Le soir, on passe dans le Prieuré Saint-Nicolas, une chapelle située à la pointe du port, dernier édifice avant l’océan. Emilie Lesbros s’y produit en solo et prouve en quelques mesures qu’elle s’est magnifiquement ancrée dans la chanson folk, riche de ses expériences improvisées. Interprétées à la guitare et à la voix, ses paroles révolutionnaires prennent dans la chapelle vendéenne une savoureuse dimension satirique. Elle vient d’enregistrer un disque qui sortira dans les prochains mois.

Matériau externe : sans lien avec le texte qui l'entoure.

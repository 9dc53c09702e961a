import { defineEntity, type InferEntity, p } from "@mikro-orm/core";
import { Team } from "./team";

/** The last case number a team has given out. One row a team, so that two new cases at once wait for each other. */
export const Counter = defineEntity({
  name: "Counter",
  tableName: "counters",
  properties: {
    team: () => p.manyToOne(Team).ref().primary().deleteRule("cascade"),
    lastCase: p.integer().default(0),
  },
});
export type Counter = InferEntity<typeof Counter>;
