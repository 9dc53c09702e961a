import { execFile } from "node:child_process";
import { mkdtemp, rm, writeFile } from "node:fs/promises";
import { tmpdir } from "node:os";
import path from "node:path";
import { promisify } from "node:util";
import { afterAll, beforeAll, describe, expect, it } from "vitest";
import { type DemoCapture, demoCaptures } from "@/fixtures/demo/captures";
import { CaptureFileSchema } from "@/lib/case/case";
import { archiveOf } from "@/tests/support/capture";
import { openTestDatabase, type TestDatabase } from "@/tests/support/database";
import { ask, type Colleague, gatherTeam, type TestTeam } from "@/tests/support/team";
import { put, sha256, uploader } from "@/tests/support/upload";

// From an uploaded capture to its archive and summary: made by a browser, or by the server; never taken on trust.

let database: TestDatabase;
let cases: typeof import("@/app/api/cases/route");
let one: typeof import("@/app/api/cases/[number]/route");
let tags: typeof import("@/app/api/cases/[number]/tags/route");
let catalogue: typeof import("@/app/api/fault-tags/route");
let faultTag: typeof import("@/app/api/fault-tags/[id]/route");
let archive: typeof import("@/app/api/captures/[id]/archive/route");
let analysis: typeof import("@/app/api/captures/[id]/analysis/route");
let reading: typeof import("@/app/api/captures/[id]/reading/route");
let report: typeof import("@/app/api/captures/[id]/report/route");
let team: TestTeam;
let others: TestTeam;
let demo: DemoCapture;
let packed: Uint8Array;

beforeAll(async () => {
  database = await openTestDatabase();
  cases = await import("@/app/api/cases/route");
  one = await import("@/app/api/cases/[number]/route");
  tags = await import("@/app/api/cases/[number]/tags/route");
  catalogue = await import("@/app/api/fault-tags/route");
  faultTag = await import("@/app/api/fault-tags/[id]/route");
  archive = await import("@/app/api/captures/[id]/archive/route");
  analysis = await import("@/app/api/captures/[id]/analysis/route");
  reading = await import("@/app/api/captures/[id]/reading/route");
  report = await import("@/app/api/captures/[id]/report/route");
  team = await gatherTeam("Marrow Bay");
  others = await gatherTeam("Lower Sound");
  const found = demoCaptures().find((candidate) => candidate.file === "tank4-oxygen.csv");
  if (!found) throw new Error("the demo has no tank4-oxygen.csv");
  demo = found;
  packed = await archiveOf(demo.file, demo.bytes);
});

afterAll(() => database.close());

async function deposit(): Promise<{ number: number; id: string }> {
  const { number } = (await ask(team.lead.browser, cases.POST, "POST", { body: { title: "No oxygen" } })).body;
  const { body } = await (await uploader(team.technician)).whole(number, demo.file, demo.bytes);
  return { number, id: body.capture.id };
}

const start = (person: Colleague, id: string, bytes: Uint8Array) =>
  ask(person.browser, archive.POST, "POST", { params: { id }, body: { size: bytes.length, sha256: sha256(bytes) } });
const store = (person: Colleague, id: string, key: string, bytes: Uint8Array, more: object = {}) =>
  ask(person.browser, analysis.PUT, "PUT", {
    params: { id },
    body: { archive: { key, size: bytes.length, sha256: sha256(bytes) }, read: {}, ...more },
  });

/** The browser's part: address, PUT, confirmation. */
async function send(id: string, bytes: Uint8Array, more: object = {}) {
  const { body } = await start(team.technician, id, bytes);
  expect((await put(body.url, bytes)).status).toBe(200);
  return store(team.technician, id, body.key, bytes, more);
}

async function archived(id: string): Promise<Uint8Array> {
  const moved = await ask(team.support.browser, archive.GET, "GET", { params: { id } });
  expect(moved.status).toBe(307);
  return new Uint8Array(await (await fetch(moved.headers.get("location") ?? "")).arrayBuffer());
}

describe("an archive made by a browser", () => {
  it("is kept, and the summary is what the server read from it", async () => {
    const { number, id } = await deposit();
    const answer = await send(id, packed, { summary: { verdict: "pass", forged: true } });
    expect(answer.status).toBe(200);
    const capture = CaptureFileSchema.parse(answer.body.capture);
    expect(capture.archive_size).toBe(packed.length);
    expect(capture.timebase).toEqual({ ticksPerSecond: 1e12, origin: "file" });
    expect(capture.summary).toMatchObject({ transactionCount: 90, verdict: "fail" });
    expect(sha256(await archived(id))).toBe(sha256(packed));
    const list = await ask(team.support.browser, cases.GET, "GET", { query: `q=%23${number}` });
    expect(list.body.cases[0]).toMatchObject({ number, verdict: "fail", captures: 1, transactions: 90, faults: 30 });
    expect((await ask(team.support.browser, cases.GET, "GET", { query: "verdict=fail" })).body.total).toBeGreaterThan(0);
  });

  it("reads the same as the original does", async () => {
    const { id } = await deposit();
    const fromArchive = (await send(id, packed)).body.capture.summary;
    const read = await ask(team.technician.browser, reading.PUT, "PUT", { params: { id }, body: {} });
    expect(read.body.capture.summary).toEqual(fromArchive);
    expect(sha256(await archived(id))).toBe(sha256(packed));
  });

  it("is refused where it is not what was announced, damaged, or no archive; what was there stays", async () => {
    const { id } = await deposit();
    expect((await send(id, packed)).status).toBe(200);
    const before = sha256(await archived(id));
    const { body } = await start(team.technician, id, packed);
    const forged = Buffer.from(packed);
    forged[forged.length >> 1] ^= 1;
    expect((await put(body.url, forged)).status).toBe(200);
    const swapped = await store(team.technician, id, body.key, packed);
    expect([swapped.status, swapped.body.code]).toEqual([422, "upload-mismatch"]);
    for (const [bytes, words] of [
      [forged, "is damaged near byte"],
      [packed.subarray(0, packed.length - 20), "ends early"],
      [Buffer.from("time,SCL,SDA\n0,1,1\n"), "does not begin as an edge archive"],
    ] as const) {
      const refused = await send(id, bytes);
      expect([refused.status, refused.body.code]).toEqual([422, "unreadable"]);
      expect(refused.body.title).toContain(words);
    }
    expect(sha256(await archived(id))).toBe(before);
  });

  it("cannot be changed once it was checked, though its address still works", async () => {
    const { id } = await deposit();
    const { body } = await start(team.technician, id, packed);
    await put(body.url, packed);
    expect((await store(team.technician, id, body.key, packed)).status).toBe(200);
    const forged = Buffer.from(packed);
    forged[100] ^= 1;
    expect((await put(body.url, forged)).status).toBe(200);
    expect(sha256(await archived(id))).toBe(sha256(packed));
  });

  it("goes only where its address was given for", async () => {
    const { id } = await deposit();
    const other = await deposit();
    const { body } = await start(team.technician, other.id, packed);
    await put(body.url, packed);
    for (const key of [body.key, "teams/x/original", `${body.key}/../original`]) {
      expect((await store(team.technician, id, key, packed)).status).toBe(400);
    }
    const unsent = (await start(team.technician, id, packed)).body.key;
    expect((await store(team.technician, id, unsent, packed)).status).toBe(422);
    expect((await start(team.support, id, packed)).status).toBe(403);
    expect((await start(others.lead, id, packed)).status).toBe(404);
    expect((await ask(others.lead.browser, archive.GET, "GET", { params: { id } })).status).toBe(404);
    const huge = await ask(team.technician.browser, archive.POST, "POST", {
      params: { id },
      body: { size: 2 ** 40, sha256: sha256(packed) },
    });
    expect(huge.status).toBe(413);
  });
});

describe("a capture read by the server", () => {
  it("is judged anew when the case's limits change, without the original", async () => {
    const { number, id } = await deposit();
    await send(id, packed);
    await database.query("update captures set key = 'nowhere-' || id where id = $1", [id]);
    const settings = { version: 1, limits: { kind: "built-in", name: "Fast-mode Plus" }, cb_pf: null, roster: null };
    const edited = await ask(team.engineer.browser, one.PATCH, "PATCH", { params: { number }, body: { version: 1, settings } });
    expect(edited.status).toBe(200);
    expect(edited.body.captures[0].summary.limits.profile).toBe("Fast-mode Plus");
  });

  it("names what cannot be read, in the reader's own words", async () => {
    const { id } = await deposit();
    const refused = await ask(team.technician.browser, reading.PUT, "PUT", {
      params: { id },
      body: { read: { scl: "nope", sda: "SDA" } },
    });
    expect([refused.status, refused.body.code]).toEqual([422, "unreadable"]);
    expect(refused.body.title).toContain("nope");
  });

  it("gives the report that the command prints, byte for byte", async () => {
    const { id } = await deposit();
    const handler = report.GET;
    const response = await team.support.browser.call(handler, "GET", undefined, { id });
    expect(response.status).toBe(200);
    const text = await response.text();
    const folder = await mkdtemp(path.join(tmpdir(), "firstlow-report-"));
    try {
      const file = path.join(folder, demo.file);
      await writeFile(file, demo.bytes);
      const command = ["--import", "tsx", "workers/decode.command.ts", file, "--json"];
      const printed = await promisify(execFile)(process.execPath, command, { maxBuffer: 1 << 26 }).catch(
        (failed: { code: number; stdout: string }) => failed,
      );
      expect(text).toBe(printed.stdout);
    } finally {
      await rm(folder, { recursive: true });
    }
  });
});

describe("fault tags", () => {
  it("are a default set with one key each, extended by who may", async () => {
    const { body } = await ask(team.support.browser, catalogue.GET, "GET");
    const keys = body.fault_tags.map((tag: { key: string }) => tag.key);
    expect(new Set(keys).size).toBe(keys.length);
    const add = (who: Colleague, fields: object) => ask(who.browser, catalogue.POST, "POST", { body: fields });
    expect((await add(team.technician, { name: "loose plug" })).status).toBe(403);
    const made = await add(team.engineer, { name: "loose plug", key: "l" });
    expect(made.status).toBe(201);
    expect((await add(team.engineer, { name: "loose plug" })).body.fields).toEqual({ name: "is taken" });
    expect((await add(team.engineer, { name: "leakage", key: "l" })).body.fields).toEqual({ key: "is taken" });
    expect((await add(team.engineer, { name: "long key", key: "ll" })).status).toBe(400);
    const edit = (who: Colleague, fields: object) =>
      ask(who.browser, faultTag.PATCH, "PATCH", { params: { id: made.body.fault_tag.id }, body: fields });
    expect((await edit(others.lead, { name: "mine" })).status).toBe(404);
    expect((await edit(team.lead, { retired: true })).body.fault_tag).toMatchObject({ retired: true, key: null });
    expect((await add(team.engineer, { name: "leakage", key: "l" })).status).toBe(201);
  });

  it("go on many places at once, once each, and come off again", async () => {
    const { number, id } = await deposit();
    const known = (await ask(team.technician.browser, catalogue.GET, "GET")).body.fault_tags;
    const wish = (transaction: number) => ({
      capture: id,
      fault_tag: known[1].id,
      anchor: { kind: "transaction", transaction },
      remark: "",
    });
    const change = (who: Colleague, body: object) => ask(who.browser, tags.POST, "POST", { params: { number }, body });
    const many = Array.from({ length: 1000 }, (_, at) => wish(at));
    const added = await change(team.technician, { add: many });
    expect(added.status).toBe(200);
    expect(added.body.added.map((tag: { anchor: { transaction: number } }) => tag.anchor.transaction)).toEqual(
      many.map(({ anchor }) => anchor.transaction),
    );
    const again = await change(team.engineer, { add: [wish(3), wish(1000)] });
    expect(again.body.added[0].id).toBe(added.body.added[3].id);
    expect(again.body.added[0].author).toBe("Marrow Bay technician");
    const off = await change(team.technician, { remove: [added.body.added[3].id, crypto.randomUUID()] });
    expect(off.body.removed).toEqual([added.body.added[3].id]);
    const view = await ask(team.support.browser, one.GET, "GET", { params: { number } });
    expect(view.body.tags).toHaveLength(1000);
    expect(view.body.fault_tags).toHaveLength(1);
    expect((await change(team.support, { add: [wish(1)] })).status).toBe(403);
    expect((await change(others.lead, { add: [wish(1)] })).status).toBe(404);
  });

  it("are refused on another case's capture or from another team's catalogue, all or nothing", async () => {
    const { number, id } = await deposit();
    const other = await deposit();
    const ours = (await ask(team.lead.browser, catalogue.GET, "GET")).body.fault_tags[0].id;
    const foreign = (await ask(others.lead.browser, catalogue.GET, "GET")).body.fault_tags[0].id;
    const anchor = { kind: "range", from_tick: 10, to_tick: 20 };
    for (const wrong of [
      { capture: other.id, fault_tag: ours, anchor },
      { capture: id, fault_tag: foreign, anchor },
    ]) {
      const refused = await ask(team.technician.browser, tags.POST, "POST", {
        params: { number },
        body: { add: [{ capture: id, fault_tag: ours, anchor }, wrong] },
      });
      expect(refused.status).toBe(400);
    }
    expect((await ask(team.lead.browser, one.GET, "GET", { params: { number } })).body.tags).toEqual([]);
  });
});
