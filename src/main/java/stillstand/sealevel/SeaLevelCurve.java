package stillstand.sealevel;

import java.util.ArrayList;
import java.util.List;
import java.util.Locale;
import stillstand.ledger.Assumption;
import stillstand.uncertainty.Exact;
import stillstand.uncertainty.SplitNormal;
import stillstand.uncertainty.Uncertain;
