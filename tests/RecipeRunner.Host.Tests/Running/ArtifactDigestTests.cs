using System.Buffers.Binary;
using System.Security.Cryptography;
using System.Text;
using RecipeRunner.Host.Tests.Support;

namespace RecipeRunner.Host.Tests.Running;

/// <summary>A digest is SHA-256 (FIPS 180-4) over the canonical form: lengths first, little-endian, UTF-8.</summary>
public sealed class ArtifactDigestTests
{
    [Theory]
    [InlineData("alpha", 1)]
    [InlineData("ä", 5000)]
    public void A_text_is_digested_as_its_length_and_bytes(string text, int times)
    {
        var words = new Words(string.Concat(Enumerable.Repeat(text, times)));
        byte[] canonical = [.. WithLength(typeof(Words).FullName!), .. WithLength(words.Text)];

        words.Digest.ShouldBe(Convert.ToHexStringLower(SHA256.HashData(canonical)));
    }

    private static byte[] WithLength(string text)
    {
        var bytes = Encoding.UTF8.GetBytes(text);
        var length = new byte[4];
        BinaryPrimitives.WriteInt32LittleEndian(length, bytes.Length);
        return [.. length, .. bytes];
    }
}
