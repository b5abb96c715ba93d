using RecipeRunner.Host.Scripting;
using RecipeRunner.Host.Tests.Support;

namespace RecipeRunner.Host.Tests.Running;

/// <summary>The journal says what ran from the steps themselves.</summary>
public sealed class JournalTests : IDisposable
{
    private const string Recipe =
        "Title(\"Two words\");\nvar a = Read(\"a.txt\");\nvar b = Read(\"b.txt\");\nvar c = a.Join(b, with: \"+\", strength: 0.5);\nWrite(c, \"tables/c.txt\");\n";
    private readonly Workbench bench = new();

    public void Dispose() => bench.Dispose();

    [Fact]
    public void Steps_stand_in_order_with_line_settings_inputs_and_files()
    {
        var journal = bench.Run(Recipe).Record.Journal;

        journal
            .Select(entry => (entry.Number, entry.Title, entry.Line.Line))
            .ShouldBe([(1, "Read words", 2), (2, "Read words", 3), (3, "Join words", 4), (4, "Write words", 5)]);
        journal[0].FilesRead.ShouldBe(["a.txt"]);
        journal[2].Settings.ShouldBe([("With", "+"), ("Strength", "0.5")]);
        journal[2].Inputs.Select(input => (input.Name, input.Entry)).ShouldBe([("First", 1), ("Second", 2)]);
        journal[2].Inputs[0].Digest.ShouldBe(journal[0].Output.Digest);
        journal[2].Statements.ShouldBe([("joint", "+")]);
        journal[2].Source.ShouldBe("Nobody 1900");
        journal[3].FilesWritten.ShouldBe(["tables/c.txt"]);
    }

    [Fact]
    public void The_record_holds_title_findings_assumptions_and_digests_of_files()
    {
        var record = bench.Run(Recipe).Record;

        record.Title.ShouldBe("Two words");
        record.Findings.Select(finding => finding.Code).ShouldBe(["XX0002"]);
        record.Assumptions.ShouldBe(["Words mean what they say."]);

        // source: SHA-256 of the five bytes "alpha", by sha256sum of GNU coreutils 9.1.
        record
            .Inputs[0]
            .ShouldBe(
                new Host.Running.FileRecord(
                    "inputs/a.txt",
                    5,
                    "8ed3f6ad685b959ead7022518e1af76cd816f8e8ec7ccdda1ed4018e8f2223f8"
                )
            );
    }

    [Fact]
    public void What_several_steps_find_alike_is_said_once()
    {
        var record = bench.Run(Recipe + "a.Join(b, with: \"-\", strength: 1);\n").Record;

        record.Findings.Select(finding => finding.Code).ShouldBe(["XX0002"]);
        record.Journal.Sum(entry => entry.Findings.Length).ShouldBe(2);
    }

    [Fact]
    public void Steps_run_one_after_the_other()
    {
        const string Together =
            "var a = Read(\"a.txt\");\nvar other = System.Threading.Tasks.Task.Run(() => Wait(a));\nwhile (!other.IsFaulted) { Read(\"b.txt\"); System.Threading.Thread.Sleep(5); }\nother.Wait();\n";
        var problem = bench.Fail(Together);

        problem.Problem.Code.ShouldBe("RR0113");
    }

    [Fact]
    public void An_artifact_of_another_study_is_refused()
    {
        bench.Run("WordVerbs.Kept = Read(\"a.txt\");");

        var problem = Should
            .Throw<RecipeException>(() =>
                bench.Run("Read(\"b.txt\").Join(WordVerbs.Kept);", into: Path.Combine(bench.Folder, "two.study"))
            )
            .Problems[0];

        problem.Problem.Code.ShouldBe("RR0112");
    }
}
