using System.Text.Json;
using RecipeRunner.Host.Tests.Support;
using RecipeRunner.Model.Steps;

namespace RecipeRunner.Host.Tests.Running;

/// <summary>A recipe states where its data come from.</summary>
public sealed class SourceTests : IDisposable
{
    private readonly Workbench bench = new();

    public void Dispose() => bench.Dispose();

    [Fact]
    public void Audit_and_page_carry_the_sources_and_what_has_none()
    {
        bench.Run("Source(\"a.*\", \"The <old> letters.\", \"CC0-1.0\"); Read(\"a.txt\"); Read(\"b.txt\");");

        using var audit = JsonDocument.Parse(File.ReadAllBytes(Path.Combine(bench.Study, "data/audit.json")));
        var source = audit.RootElement.GetProperty("sources")[0];
        source.GetProperty("text").GetString().ShouldBe("The <old> letters.");
        source.GetProperty("licence").GetString().ShouldBe("CC0-1.0");
        source.GetProperty("inputs").EnumerateArray().Select(i => i.GetString()).ShouldBe(["inputs/a.txt"]);
        var page = File.ReadAllText(Path.Combine(bench.Study, "data/summary.html"));
        page.ShouldContain("The &lt;old&gt; letters.");
        page.ShouldContain("The recipe states no source of b.txt.");
    }

    [Fact]
    public void A_source_of_a_file_that_is_never_read_is_refused_with_the_near_name()
    {
        var refused = Should.Throw<RefusedException>(() =>
            bench.Run("Source(\"c.txt\", \"Letters.\"); Source(\"sub/a.txt\", \"Letters.\"); Read(\"a.txt\");")
        );

        refused.Problems.Select(problem => problem.Code).ShouldBe(["RR0115", "RR0115"]);
        refused.Problems[0].Mend.ShouldContain("a.txt");
        bench.Leftovers().ShouldBeEmpty();
    }

    [Theory]
    [InlineData("Source(\"a.txt\", \" \");")]
    [InlineData("Source(\"a.txt\", \"Letters.\", \"\");")]
    public void A_source_without_words_is_refused(string recipe) => bench.Fail(recipe).Problem.Code.ShouldBe("RR0114");
}
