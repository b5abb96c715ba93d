using RecipeRunner.Host.Tests.Support;
using RecipeRunner.Model.Steps;

namespace RecipeRunner.Host.Tests.Running;

public sealed class SettingsTests : IDisposable
{
    private const string Recipe =
        "var year = Setting(\"year\", 2024);\nvar share = Setting(\"share\", 0.5);\nvar deep = Setting(\"deep\", false);\nNote($\"{year} {share > 0.6} {deep}\");\n";
    private readonly Workbench bench = new();

    public void Dispose() => bench.Dispose();

    [Fact]
    public void Defaults_hold_where_nothing_is_given()
    {
        var record = bench.Run(Recipe).Record;

        record.Notes.ShouldBe(["2024 False False"]);
        record.Settings.ShouldBe([new("year", "2024", true), new("share", "0.5", true), new("deep", "no", true)]);
    }

    [Fact]
    public void Given_values_take_their_place_and_are_journalled()
    {
        var record = bench.Run(Recipe, settings: [("year", "1999"), ("share", "0.75"), ("deep", "yes")]).Record;

        record.Notes.ShouldBe(["1999 True True"]);
        record.Settings.ShouldAllBe(setting => !setting.IsDefault);
    }

    [Theory]
    [InlineData("yaer", "2000", "year")]
    [InlineData("year", "2000.5", "")]
    [InlineData("share", "0,5", "")]
    [InlineData("share", "NaN", "")]
    [InlineData("deep", "maybe", "")]
    public void What_does_not_fit_is_refused_and_nothing_is_left(string name, string value, string near)
    {
        var failure = Should.Throw<Exception>(() => bench.Run(Recipe, settings: [(name, value)]));

        var problem = failure is RefusedException refused
            ? refused.Problems[0]
            : ((Host.Scripting.RecipeException)failure).Problems[0].Problem;
        problem.Code.ShouldBe("RR0111");
        problem.Where.Item.ShouldBe($"setting {name}");
        problem.Mend.ShouldContain(near);
        bench.Leftovers().ShouldBeEmpty();
    }
}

Enfin, elle cède la place au duo Elise Caron - Marc Ducret, respectivement chant et guitare. Elise Caron, à la flûte et aux voix, se lance d’abord dans une improvisation monacale en s’appuyant sur les caractéristiques du lieu. Ce sont de longues nappes sonores, dans une langue ésotérique, des mélismes. Mais elle ne trouve pas d’interlocuteur pour relancer ses paroles et dialoguer. Marc Ducret joue trop fort. Il reprend à l’oreille quelques-unes de ses phrases, mais ne propose rien. Elise Caron se perd progressivement dans une attente monotone. Plus le temps passe, plus le guitariste enchaîne des bribes de phrases, identiques à celles jouées la veille avec Journal intime. Le concert prend une tournure étonnante quand la chanteuse se met à piétiner sur scène - énervement mi-réel, mi-joué. Elle crie et simule la colère devant un Ducret qui ne semble pas s’apercevoir qu’elle ne joue plus vraiment la comédie. Acrobate et facétieuse, habituée aux registres les plus déséquilibrés, Elise Caron est écrasée par la force d’inertie qui lui est opposée. Pire encore, le guitariste, pendant le dernier morceau, s’arrête net et, devant un public amusé par ce qu’il croit être une plaisanterie, demande à la chanteuse d’arrêter de modifier les tonalités de ses interventions sonores. Le fat professeur fait la leçon à l’élève impétrante.

Ce qu’il n’aura sûrement pas vu, ce monsieur, c’est à quel point Elise Caron, même malmenée, même petitement accompagnée, est restée de bout en bout une grande dame. Elle a cherché jusqu’à la fin à proposer des directions pour improviser. Elle a terminé le concert. Elle est restée digne et souriante, elle a pris sur elle pour jouer le jeu de l’ingénue rabrouée par l’expert. Elle a su improviser devant ce manque d’improvisation. Ce soir là, c’est elle qui a donné une leçon de professionnalisme et de dignité.

par Matthieu Jouan , Raphaëlle Tchamitchian // Publié le 2 août 2014
P.-S. :

Vague de Jazz se poursuit avec les concerts de Whahay, Le Roi pêcheur, Duo Dabrowski-Chevillon, ONJ Olivier Benoit, Single Room et TOONS.